■ Prompt ■
Quote exactly and only this range of lines in the data below: the line that holds "['a flag that" to the line that holds "is missing: linear", both included.

(Collected data)

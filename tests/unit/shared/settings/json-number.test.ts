import fc from 'fast-check'
import { describe, expect, it } from 'vitest'
import { JsonCursor } from '../../../../shared/settings/json-cursor'
import { readJsonNumber } from '../../../../shared/settings/json-number'

const read = (text: string, at = 0) => {
  const cursor = new JsonCursor(text)
  cursor.at = at
  return { node: readJsonNumber(cursor), at: cursor.at }
}

describe('readJsonNumber', () => {
  it('stops behind the number, whatever follows', () => {
    for (const behind of ['', ',', ']', ' ', 'x', '"']) expect(read(`[-12.50${behind}`, 1)).toEqual({ node: { kind: 'number', offset: 1, end: 7, value: -12.5 }, at: 7 })
  })

  it('answers the exact value of up to 15 digits', () => {
    expect(read('999999999.999999').node.value).toBe(999999999.999999)
    expect(read('999999999999999').node.value).toBe(999999999999999)
    expect(read('0.000001').node.value).toBe(0.000001)
  })

  it('answers NaN where the nearest double might not be the rounded value', () => {
    for (const text of ['1234567890123456', '0.0000001', '1.0000000', '1e0', '1E5', '0e-5']) expect(read(text).node.value).toBeNaN()
  })

  it('agrees with Number wherever it answers', () => {
    fc.assert(fc.property(fc.integer({ min: -999_999_999_999_999, max: 999_999_999_999_999 }), fc.integer({ min: 0, max: 6 }), (n, places) => {
      const text = `${n < 0 ? '-' : ''}${String(Math.abs(n)).padStart(places + 1, '0')}`
      const pointed = places === 0 ? text : `${text.slice(0, -places)}.${text.slice(-places)}`
      return Object.is(read(pointed).node.value, Number(pointed) + 0)
    }), { numRuns: 2000 })
  })
})
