import { describe, expect, it } from 'vitest'
import { readSettings, readSettingsText } from '../../../../shared/settings/read'
import { formatErrorCodes, type FormatError } from '../../../../shared/settings/types'

/*
 * What a person reads who sent a file with a fault: where it stands, the value as it was sent, and what would be right. The
 * sentences are held word for word, since the screen shows them as they are.
 */

const head = { schema: 'witnessmark.axis-settings/1', unit: { serial: 'A1', model: 'HL40-200V' }, exportedAt: '2026-11-30T08:15:00Z', axisKind: 'linear' }
const move = { move: 4, kind: 'absolute', target: 10, speed: 250, acceleration: 2000 }
const json = (more: object) => JSON.stringify({ ...head, ...more }, null, 1)
const csvHead = ['section,row,field,value,unit', 'file,,schema,witnessmark.axis-settings/1,', 'file,,exportedAt,2026-11-30T08:15:00Z,', 'file,,axisKind,linear,', 'unit,,serial,A1,', 'unit,,model,HL40-200V,']
const csv = (...lines: string[]) => [...csvHead, ...lines, ''].join('\n')
const semicolons = (...lines: string[]) => [...csvHead.map(line => line.replaceAll(',', ';')), ...lines, ''].join('\n')

const errorsOf = (sent: string | Uint8Array): readonly FormatError[] => {
  const outcome = typeof sent === 'string' ? readSettingsText(sent) : readSettings(sent)
  return outcome.ok ? [] : outcome.errors
}
const told = (sent: string | Uint8Array) => errorsOf(sent).map(({ line, column, message }) => `${line}:${column} ${message}`)

const inJson: readonly (readonly [what: string, sent: string, ...messages: string[]])[] = [
  ['a value below its range', json({ setup: { jogSpeed: -1 } }), '10:15 -1 will not do for jog speed: it must be 0 or more mm/s.'],
  ['a value outside two bounds', json({ setup: { mountingAngle: 91 } }), '10:20 91 will not do for mounting angle: it must be -90 to 90 deg.'],
  ['a value that must be above one', json({ axisKind: 'rotary', setup: { modulo: 0 } }), '10:13 0 will not do for modulo: it must be more than 0 deg.'],
  ['a whole number out of range', json({ setup: { selectInputs: 11 } }), '10:19 11 will not do: a whole number from 0 to 10 belongs here.'],
  ['a number beyond all ranges', json({ setup: { softLimitMax: 1e10 } }), '10:19 10000000000 is out of reach: at most 1,000,000,000 either way in mm.'],
  ['a number in quotes', json({ setup: { jogSpeed: '5' } }), '10:15 "5" is no number; write it like -12.5, without a unit or blanks.'],
  ['a word that there is not', json({ setup: { homingMethod: 'hardstop' } }), '10:19 "hardstop" is not one of hard-stop, limit-switch, home-switch, index-pulse, current-position, absolute-encoder.'],
  ['a flag that is none', json({ setup: { brakeFitted: 'yes' } }), '10:18 "yes" is not one of true, false.'],
  ['a misspelt key', json({ setup: { softlimitmax: 1 } }), '10:3 "softlimitmax" is no key of this place: softLimitMax is probably meant.'],
  ['a key like no other', json({ colour: 1 }), '9:2 "colour" is no key of this place: take it out, or put it under extra.'],
  ['a key given twice', json({}).replace('"axisKind"', '"axisKind": "linear",\n "axisKind"'), '9:2 "axisKind" is given twice; leave one.'],
  ['a field of the other axis kind', json({ setup: { modulo: 5 } }), '10:13 modulo is not for a linear axis; take it out.'],
  ['nothing at all', '{"unit":{}}',
    '1:1 schema is missing: "witnessmark.axis-settings/1" belongs here.', '1:1 exportedAt is missing: the time of the export belongs here, like 2026-11-30T08:15:00+01:00.',
    '1:1 axisKind is missing: linear or rotary belongs here.', '1:9 serial is missing: the serial of the unit belongs here.', '1:9 model is missing: the model of the unit belongs here.'],
  ['a press without what a press needs', json({ moves: [{ ...move, kind: 'press' }] }),
    '10:3 This press has no forceLimit: Most thrust or torque during this move, of the rated one. A press needs it.', '10:3 This press has no approach: Where the slow, force-limited part of a press begins.'],
  ['half an unused row', json({ moves: [{ ...move, speed: 0 }] }), '14:13 0 will not do for speed: it must be more than 0; 0 in both speed and acceleration marks an unused row.'],
  ['a deceleration of 0', json({ moves: [{ ...move, deceleration: 0 }] }), '16:20 0 will not do for decel.: it must be more than 0.'],
  ['a negative window', json({ moves: [{ ...move, window: -1 }] }), '16:14 -1 will not do for window: it must be 0 or more.'],
  ['a turn where nothing wraps', json({ moves: [{ ...move, turn: 'signed' }] }), '16:12 turn belongs to a rotary axis with a modulo in its setup. Take it out.'],
  ['a wait for nothing', json({ moves: [{ ...move, dwell: 1 }] }), '16:13 dwell waits before the move that follows; this one has no next. Take it out, or give next.'],
  ['a press speed of another move', json({ moves: [{ ...move, pressSpeed: 1 }] }), '16:18 pressSpeed belongs to a press; this move is absolute. Take it out.'],
  ['a number used twice', json({ moves: [move, move] }), '18:12 Row 4 is there already; each number is used once.'],
  ['a row without a number', json({ moves: [{ ...move, move: undefined }] }), '10:3 The row has no number; 0 to 1023 belongs here.'],
  ['a zone the wrong way round', json({ zones: [{ zone: 1, from: 5, to: 1 }] }), '12:12 The zone begins at 5 and ends at 1: from must lie below to.'],
  ['no list and no row', json({ zones: 5, moves: [1] }), '9:11 A list of rows [ … ] belongs here.', '11:3 A row is an object { … }.'],
  ['a label too long', json({ moves: [{ ...move, label: 'a'.repeat(41) }] }), '16:13 41 characters; 1 to 40 are allowed.'],
  ['a character that hides others', json({ moves: [{ ...move, label: 'a\u202eb' }] }), '16:13 Character U+202E is not allowed here; take it out.'],
  ['a serial with a blank', json({ unit: { ...head.unit, serial: 'A 1' } }), '4:13 Only A-Z a-z 0-9 . _ / - are allowed here.'],
  ['a time of another spelling', json({ exportedAt: '30.11.2026' }), '7:16 30.11.2026 is no time with offset (RFC 3339) of a real day; write it like 2026-11-30T08:15:00+01:00.'],
  ['a later schema', json({ schema: 'witnessmark.axis-settings/2' }), '2:12 "witnessmark.axis-settings/2" is not read here; this is the reader of witnessmark.axis-settings/1.'],
  ['more digits than a double has', json({ setup: { velocityGain: 1 } }).replace('"velocityGain": 1', '"velocityGain": 9007199254740993'), '10:19 9007199254740993 has more digits than can be kept; write it shorter, or as text under extra.'],
  ['an exponent beyond reach', json({ extra: { K: 1 } }).replace('"K": 1', '"K": 1e99'), '10:8 1e99 has an exponent beyond ±40.'],
  ['extra that cannot be kept', json({ extra: { ' K': 1, 'L': [1], 'M': { value: 1 } } }),
    '10:3 The key " K" has a blank at its beginning or end; take it out.', '11:8 A list cannot be kept here; write a number, true or false, a text, or { value, unit }.', '14:8 unit is missing: { value, unit } needs both.'],
  ['a list for a file', '[1]', '1:1 A settings file is one object { … }.'],
  ['a comma too many', '{"a":1,}', '1:8 Nothing follows the comma before "}": take the comma out.'],
  ['a colon for a value', '{"a"::1}', '1:6 A value cannot begin with ":".'],
  ['a file cut after a colon', '{\n "unit": {\n  "serial":', '3:12 The value of "serial" is missing: the file ends here. Was it cut short? Export it again.'],
  ['a file cut after a colon and a line end', '{"moves": [{"target": \n', '2:1 The value of "target" is missing: the file ends here. Was it cut short? Export it again.'],
  ['a file cut within a list', '{"moves": [1,', '1:14 A value is missing: the file ends here. Was it cut short? Export it again.'],
  ['no value behind a colon', '{"speed": , "target": 1}', '1:11 The value of "speed" is missing before ",".'],
  ['no value at the end of an object', '{"speed":}', '1:10 The value of "speed" is missing before "}".'],
  ['no value at the beginning of a list', '[,1]', '1:2 A value is missing before ",".'],
  ['a sign too many', '{}}', '1:3 Nothing may follow the closing sign; "}" does.'],
  ['too deep a tree', '['.repeat(9), '1:9 Objects and lists lie 9 deep here; at most 8 are read.'],
]

const inCsv: readonly (readonly [what: string, sent: string, ...messages: string[]])[] = [
  ['another header', 'a,b,c\n', '1:1 The file begins with neither { nor the header section,row,field,value,unit. Put one of them first.'],
  ['a unit of another quantity', csv('setup,,jogSpeed,5,kg'), '7:19 Unit "kg" does not fit this value: here fit mm/s, m/s, in/s.'],
  ['a unit that there is not', csv('setup,,jogSpeed,5,mmm/s'), '7:19 Unit "mmm/s" is not a unit that is read: here fit mm/s, m/s, in/s.'],
  ['a unit beside a word', csv('setup,,homingMethod,hard-stop,mm'), '7:31 This value takes no unit; leave the cell with "mm" empty.'],
  ['a decimal comma in a comma file', csv('setup,,jogSpeed,"1,5",mm/s'), '7:17 "1,5" could be 1.5 or 15: the decimal point is the sign of this file.'],
  ['two decimal signs in one file', semicolons('setup;;softLimitMax;1,5;', 'setup;;softLimitMin;0.5;'), '7:21 The file has both "0.5" and "1,5": write all numbers with one decimal sign.'],
  ['a sign that may be either', semicolons('setup;;softLimitMax;1.500;'), '7:21 "1.500" could be 1.500 or 1500: say which sign is the decimal one.'],
  ['a line too short', csv('setup,,jogSpeed'), '7:1 3 cells; a line has 5: section, row, field, value, unit. A cell with a "," in it stands in quotes.'],
  ['a line too long, by tabs', csv('setup,,jogSpeed,1,mm/s,2').replaceAll(',', '\t'), '7:1 6 cells; a line has 5: section, row, field, value, unit. A cell with a "tab" in it stands in quotes.'],
  ['text behind a quote', csv('setup,,jogSpeed,"5" ,mm/s'), '7:20 Text after a closing quote: a delimiter or a new line belongs here. A quote in a text is doubled.'],
  ['a quote within', csv('setup,,jogSpeed,5",mm/s'), '7:18 A quote inside a cell that does not begin with one: put the cell in quotes and double this quote.'],
  ['a quote that is never closed', csv('extra,,K,"5,'), '7:10 The cell is not closed: its second quote is missing.'],
  ['a section that there is not', csv('zones,1,from,1,mm'), '7:1 "zones" is no section; one of file, unit, setup, zone, move, extra, reading belongs here.'],
  ['a field of the file that there is not', csv('file,,colour,red,'), '7:7 "colour" is no field of file: one of schema, exportedAt, exportedBy, note, axisKind belongs here.'],
  ['a number of a row without rows', csv('setup,1,jogSpeed,1,'), '7:7 Only zones and moves have row numbers; leave the cell with "1" empty.'],
  ['a value given twice', csv('setup,,jogSpeed,1,', 'setup,,jogSpeed,2,'), '8:17 jogSpeed is given twice; leave one.'],
  ['a value of one row given twice', csv('zone,3,from,1,', 'zone,3,to,2,', 'zone,3,from,1,'), '9:13 from is given twice for zone 3; leave one.'],
]

describe('what is said of a fault in the JSON form', () => {
  it.each(inJson)('%s', (_, sent, ...messages) => expect(told(sent)).toEqual(messages))
})

describe('what is said of a fault in the CSV form', () => {
  it.each(inCsv)('%s', (_, sent, ...messages) => expect(told(sent)).toEqual(messages))
})

describe('what is said of bytes that are no text', () => {
  it('names the byte, its place and the way out', () => {
    expect(readSettings(Uint8Array.from([0x7b, 0x0a, 0x22, 0xff, 0x22, 0x7d]))).toEqual({
      ok: false, more: 0, errors: [{ at: '', line: 2, column: 2, code: 'encoding', message: 'The JSON form is UTF-8; byte FF is not. Save the file as UTF-8.' }],
    })
  })
})

describe('all of these sentences', () => {
  const all = [...inJson, ...inCsv].flatMap(([, sent]) => errorsOf(sent))

  it('cover nearly every code', () => {
    const seen = new Set(all.map(error => error.code))
    expect(formatErrorCodes.filter(code => !seen.has(code))).toEqual(['encoding', 'limit'])
  })

  it('begin with a capital, a value or the name of a field, and end with a full stop', () => {
    for (const { message } of all) expect(message).toMatch(/^["A-Z0-9-]|^[a-zA-Z]+ (is|belongs|waits)\b/)
    for (const { message } of all) expect(message).toMatch(/\.$/)
  })

  it('never blame, and never name a program’s own words', () => {
    for (const { message } of all) expect(message).not.toMatch(/\b(invalid|illegal|error|must not|you|undefined|null|NaN|object Object|regex|token)\b/i)
  })

  it('say what was meant where that can be told', () => {
    const meant = Object.fromEntries(all.flatMap(error => error.meant === undefined ? [] : [[error.value, error.meant]]))
    expect(meant).toEqual({ '"hardstop"': 'hard-stop', 'softlimitmax': 'softLimitMax', 'mmm/s': 'mm/s', 'zones': 'zone' })
  })
})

■ The answer ■
  ['a flag that is none', json({ setup: { brakeFitted: 'yes' } }), '10:18 "yes" is not one of true, false.'],
  ['a misspelt key', json({ setup: { softlimitmax: 1 } }), '10:3 "softlimitmax" is no key of this place: softLimitMax is probably meant.'],
  ['a key like no other', json({ colour: 1 }), '9:2 "colour" is no key of this place: take it out, or put it under extra.'],
  ['a key given twice', json({}).replace('"axisKind"', '"axisKind": "linear",\n "axisKind"'), '9:2 "axisKind" is given twice; leave one.'],
  ['a field of the other axis kind', json({ setup: { modulo: 5 } }), '10:13 modulo is not for a linear axis; take it out.'],
  ['nothing at all', '{"unit":{}}',
    '1:1 schema is missing: "witnessmark.axis-settings/1" belongs here.', '1:1 exportedAt is missing: the time of the export belongs here, like 2026-11-30T08:15:00+01:00.',
    '1:1 axisKind is missing: linear or rotary belongs here.', '1:9 serial is missing: the serial of the unit belongs here.', '1:9 model is missing: the model of the unit belongs here.'],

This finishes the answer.